What is required: Please take the lines from the one holding "return out;" through the one holding "reference C code in" in the data below and copy them exactly.

Records for the task:
====
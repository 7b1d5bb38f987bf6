#!/usr/bin/env bash
# A private single-node Slurm for tests and the bench (start|stop|status|env): munged, slurmctld and
# slurmd from Debian's packages, on loopback ports, with every file under .data/slurm/ (munge
# socket and key, state, spool, logs, pid files). Ports: QUORUM_SLURM_CTLD_PORT (6917) and
# QUORUM_SLURM_NODE_PORT (6918). Run as root (the daemons run as root; SlurmUser=root).
# `env` prints `export SLURM_CONF=…` for sbatch/squeue/scancel of this cluster.
set -euo pipefail
cd "$(dirname "$0")/.."
ROOT="$PWD/.data/slurm"
CONF="$ROOT/slurm.conf"
CTLD_PORT="${QUORUM_SLURM_CTLD_PORT:-6917}"
NODE_PORT="${QUORUM_SLURM_NODE_PORT:-6918}"
HOST="$(hostname -s)"

pid_alive() { [ -f "$1" ] && kill -0 "$(cat "$1")" 2>/dev/null; }

ensure_packages() {
  command -v slurmctld >/dev/null 2>&1 && command -v slurmd >/dev/null 2>&1 && command -v sbatch >/dev/null 2>&1 && command -v munged >/dev/null 2>&1 && return 0
  if [ "$(id -u)" -ne 0 ]; then
    echo "Slurm is not installed. As root, run: apt-get update && apt-get install -y --no-install-recommends slurmctld slurmd slurm-client munge" >&2
    return 4
  fi
  echo "installing Debian packages: slurmctld slurmd slurm-client munge"
  apt-get update -q >/dev/null && DEBIAN_FRONTEND=noninteractive apt-get install -y -q --no-install-recommends slurmctld slurmd slurm-client munge >/dev/null
}

write_conf() {
  mkdir -p "$ROOT/munge" "$ROOT/state" "$ROOT/spool" "$ROOT/log"
  chmod 700 "$ROOT/munge"
  [ -f "$ROOT/munge/munge.key" ] || { head -c 128 /dev/urandom > "$ROOT/munge/munge.key"; chmod 400 "$ROOT/munge/munge.key"; }
  local mem
  mem=$(awk '/MemTotal/ { printf "%d", $2 / 1024 * 0.8 }' /proc/meminfo)
  local cpus
  cpus=$(nproc)
  cat > "$CONF" <<CONF
# written by scripts/slurm.sh: a private single-node cluster for Quorum's tests
ClusterName=quorumtest
SlurmctldHost=$HOST(127.0.0.1)
SlurmctldPort=$CTLD_PORT
SlurmdPort=$NODE_PORT
SlurmUser=root
AuthType=auth/munge
CredType=cred/munge
AuthInfo=socket=$ROOT/munge/munge.socket
ProctrackType=proctrack/linuxproc
TaskPlugin=task/none
JobAcctGatherType=jobacct_gather/none
AccountingStorageType=accounting_storage/none
SelectType=select/cons_tres
SelectTypeParameters=CR_Core_Memory
DefMemPerCPU=1000
StateSaveLocation=$ROOT/state
SlurmdSpoolDir=$ROOT/spool
SlurmctldPidFile=$ROOT/slurmctld.pid
SlurmdPidFile=$ROOT/slurmd.pid
SlurmctldLogFile=$ROOT/log/slurmctld.log
SlurmdLogFile=$ROOT/log/slurmd.log
ReturnToService=2
MinJobAge=600
KillWait=5
OverTimeLimit=0
InactiveLimit=0
SchedulerType=sched/backfill
MpiDefault=none
NodeName=$HOST NodeAddr=127.0.0.1 CPUs=$cpus RealMemory=$mem State=UNKNOWN
PartitionName=quorum Nodes=$HOST Default=YES MaxTime=INFINITE State=UP
CONF
}

start() {
  ensure_packages || exit 4
  if pid_alive "$ROOT/slurmctld.pid" && pid_alive "$ROOT/slurmd.pid"; then echo "slurm already running (conf $CONF)"; return 0; fi
  stop >/dev/null 2>&1 || true
  write_conf
  munged --force --socket="$ROOT/munge/munge.socket" --key-file="$ROOT/munge/munge.key" \
    --pid-file="$ROOT/munge/munged.pid" --log-file="$ROOT/log/munged.log" --seed-file="$ROOT/munge/munged.seed"
  slurmctld -f "$CONF" -i
  slurmd -f "$CONF"
  export SLURM_CONF="$CONF"
  # wait (bounded) until the node accepts work
  for _ in $(seq 1 60); do
    if sinfo -h -o '%T' 2>/dev/null | grep -qE '^(idle|mixed|allocated)'; then
      echo "slurm running: controller 127.0.0.1:$CTLD_PORT, node $HOST:$NODE_PORT (conf $CONF)"
      return 0
    fi
    sleep 0.5
  done
  echo "slurm did not come up; see $ROOT/log/" >&2
  tail -n 5 "$ROOT/log/slurmctld.log" "$ROOT/log/slurmd.log" >&2 || true
  return 1
}

stop() {
  for d in slurmd slurmctld; do
    if pid_alive "$ROOT/$d.pid"; then kill "$(cat "$ROOT/$d.pid")" 2>/dev/null || true; fi
  done
  for d in slurmd slurmctld; do
    for _ in $(seq 1 40); do pid_alive "$ROOT/$d.pid" || break; sleep 0.25; done
    pid_alive "$ROOT/$d.pid" && kill -9 "$(cat "$ROOT/$d.pid")" 2>/dev/null || true
    rm -f "$ROOT/$d.pid"
  done
  if pid_alive "$ROOT/munge/munged.pid"; then kill "$(cat "$ROOT/munge/munged.pid")" 2>/dev/null || true; fi
  rm -f "$ROOT/munge/munged.pid"
  echo "slurm stopped"
}

case "${1:-}" in
  start) start ;;
  stop) stop ;;
  status)
    if pid_alive "$ROOT/slurmctld.pid" && pid_alive "$ROOT/slurmd.pid"; then echo "running (conf $CONF)"; else echo "not running"; exit 3; fi ;;
  env) echo "export SLURM_CONF=$CONF" ;;
  *) echo "usage: scripts/slurm.sh start|stop|status|env" >&2; exit 2 ;;
esac
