import { sumsFor, type ItemSums } from './item-sums';
import { defined, REASON_FEW_ITEMS, undefinedStat, type StatResult } from './result';
import type { ItemSelection, RatingsTable } from './table';

/**
 * Percent agreement, pairwise: the mean over items with ≥ 2 votes of the proportion of agreeing
 * rater pairs, P_i = Σ_c n_ic (n_ic − 1) / (m_i (m_i − 1)) — Fleiss 1971 (Psychol. Bull. 76:378),
 * P̄. With two raters this is the plain proportion of items on which they agree. Items count
 * equally whatever their number of votes. Defined (it is 1) even when only one category is used.
 */
export function percentAgreementFromSums(s: ItemSums): StatResult {
  if (s.pairable < 2) return undefinedStat(REASON_FEW_ITEMS, s.pairable);
  return defined(s.agreeSum / s.pairable, s.pairable);
}

export function percentAgreement(table: RatingsTable, sel?: ItemSelection): StatResult {
  return percentAgreementFromSums(sumsFor(table, sel).sums);
}

/**
 * Proportion of specific agreement for each category c, over items with ≥ 2 votes:
 *   p_s(c) = Σ_i n_ic (n_ic − 1) / Σ_i n_ic (m_i − 1)
 * (Uebersax 1982, J. Psychiatr. Res. 17:335; "of all the times a rater used c, how often did
 * another rater of the same item use c too"). With 2 raters and 2 categories it is the positive
 * and negative agreement of Cicchetti & Feinstein 1990 (J. Clin. Epidemiol. 43:551):
 * PA = 2a / (2a + b + c), NA = 2d / (2d + b + c). Null for a category nobody used.
 */
export function specificAgreementFromSums(s: ItemSums, categories: readonly string[]): Record<string, StatResult> {
  const out: Record<string, StatResult> = {};
  categories.forEach((name, c) => {
    if (s.pairable < 2) out[name] = undefinedStat(REASON_FEW_ITEMS, s.pairable);
    else if (s.specificDen[c] === 0) out[name] = undefinedStat(`no rater used "${name}" on an item with at least 2 votes`, s.pairable);
    else out[name] = defined(s.specificNum[c] / s.specificDen[c], s.pairable);
  });
  return out;
}

export function specificAgreement(table: RatingsTable, sel?: ItemSelection): Record<string, StatResult> {
  return specificAgreementFromSums(sumsFor(table, sel).sums, table.categories);
}
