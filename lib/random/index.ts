/**
 * Quorum's one seeded pseudo-random generator: mulberry32 (Tommy Ettinger, 2017, public domain;
 * 32-bit state, period 2^32; checked against the author's reference C code in
 * tests/unit/random.test.ts) with a Box–Muller normal sampler (Box & Muller 1958) that keeps the
 * second value of each pair. The same seed gives the same stream on every platform. Not for
 * cryptography.
 *
 * Seeding convention: a seed becomes the generator's 32-bit start state by a named scheme, and the
 * parts of one computation take their own seeds with childSeed(seed, label).
 * - 'hashed' (the default; use it for anything new): murmur3's 32-bit finaliser over
 *   seed XOR 0x9e3779b9, so nearby seeds (1, 2, 3) give unrelated streams. The phantom uses it.
 * - 'golden-xor': seed XOR 0x9e3779b9 (the golden-ratio constant). The agreement bootstrap and the
 *   subject folds of the suggestion model use it, so released reports' intervals and stored model
 *   evaluations keep their values.
 * - 'direct': the seed itself. FastICA's starting matrices use it, so a stored decomposition's
 *   `seed` still reproduces it.
 * The three schemes are the three generators Quorum had before this module (lib/agreement/prng.ts,
 * lib/decomposition/random.ts, lib/phantom/random.ts); their streams are unchanged, bit for bit.
 */

export type SeedScheme = 'hashed' | 'golden-xor' | 'direct';

export interface Rng {
  /** Uniform on [0, 1), in steps of 2^-32. */
  next(): number;
  /** Standard normal N(0, 1). */
  gauss(): number;
  /** Uniform on [lo, hi). */
  uniform(lo: number, hi: number): number;
  /** Uniform integer on [0, n). */
  int(n: number): number;
}

const GOLDEN = 0x9e3779b9;

/** The generator's 32-bit start state for a seed under a scheme. */
export function startState(seed: number, scheme: SeedScheme = 'hashed'): number {
  if (scheme === 'direct') return seed >>> 0;
  if (scheme === 'golden-xor') return ((Math.trunc(seed) >>> 0) ^ GOLDEN) >>> 0;
  let h = (Math.floor(seed) ^ GOLDEN) >>> 0;
  h = Math.imul(h ^ (h >>> 16), 0x85ebca6b) >>> 0;
  h = Math.imul(h ^ (h >>> 13), 0xc2b2ae35) >>> 0;
  return (h ^ (h >>> 16)) >>> 0;
}

/** A seeded generator. Its methods are closures: `const g = createRng(1).gauss` may be passed on alone. */
export function createRng(seed: number, scheme: SeedScheme = 'hashed'): Rng {
  // State lives in a typed array: a uint32 kept in a closure variable would be boxed on every step.
  const st = new Uint32Array(1);
  st[0] = startState(seed, scheme);
  const spare = new Float64Array(1);
  let hasSpare = false;
  const next = (): number => {
    const s = (st[0] = st[0] + 0x6d2b79f5);
    let t = Math.imul(s ^ (s >>> 15), s | 1);
    t ^= t + Math.imul(t ^ (t >>> 7), t | 61);
    return ((t ^ (t >>> 14)) >>> 0) / 4294967296;
  };
  const gauss = (): number => {
    if (hasSpare) {
      hasSpare = false;
      return spare[0];
    }
    let u = next();
    while (u <= 1e-300) u = next();
    const r = Math.sqrt(-2 * Math.log(u));
    const a = 2 * Math.PI * next();
    spare[0] = r * Math.sin(a);
    hasSpare = true;
    return r * Math.cos(a);
  };
  return {
    next,
    gauss,
    uniform: (lo, hi) => lo + (hi - lo) * next(),
    int: (n) => Math.min(n - 1, Math.floor(next() * n)),
  };
}

/** Derives an independent child seed from a parent seed and a label (FNV-1a over the label). */
export function childSeed(seed: number, label: string): number {
  let h = 0x811c9dc5 ^ (Math.floor(seed) >>> 0);
  for (let i = 0; i < label.length; i++) h = Math.imul(h ^ label.charCodeAt(i), 0x01000193) >>> 0;
  return h >>> 0;
}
====
Output of the task:
  return out;
}

export function specificAgreement(table: RatingsTable, sel?: ItemSelection): Record<string, StatResult> {
  return specificAgreementFromSums(sumsFor(table, sel).sums, table.categories);
}
filename lib/random/index.ts
/**
 * Quorum's one seeded pseudo-random generator: mulberry32 (Tommy Ettinger, 2017, public domain;
 * 32-bit state, period 2^32; checked against the author's reference C code in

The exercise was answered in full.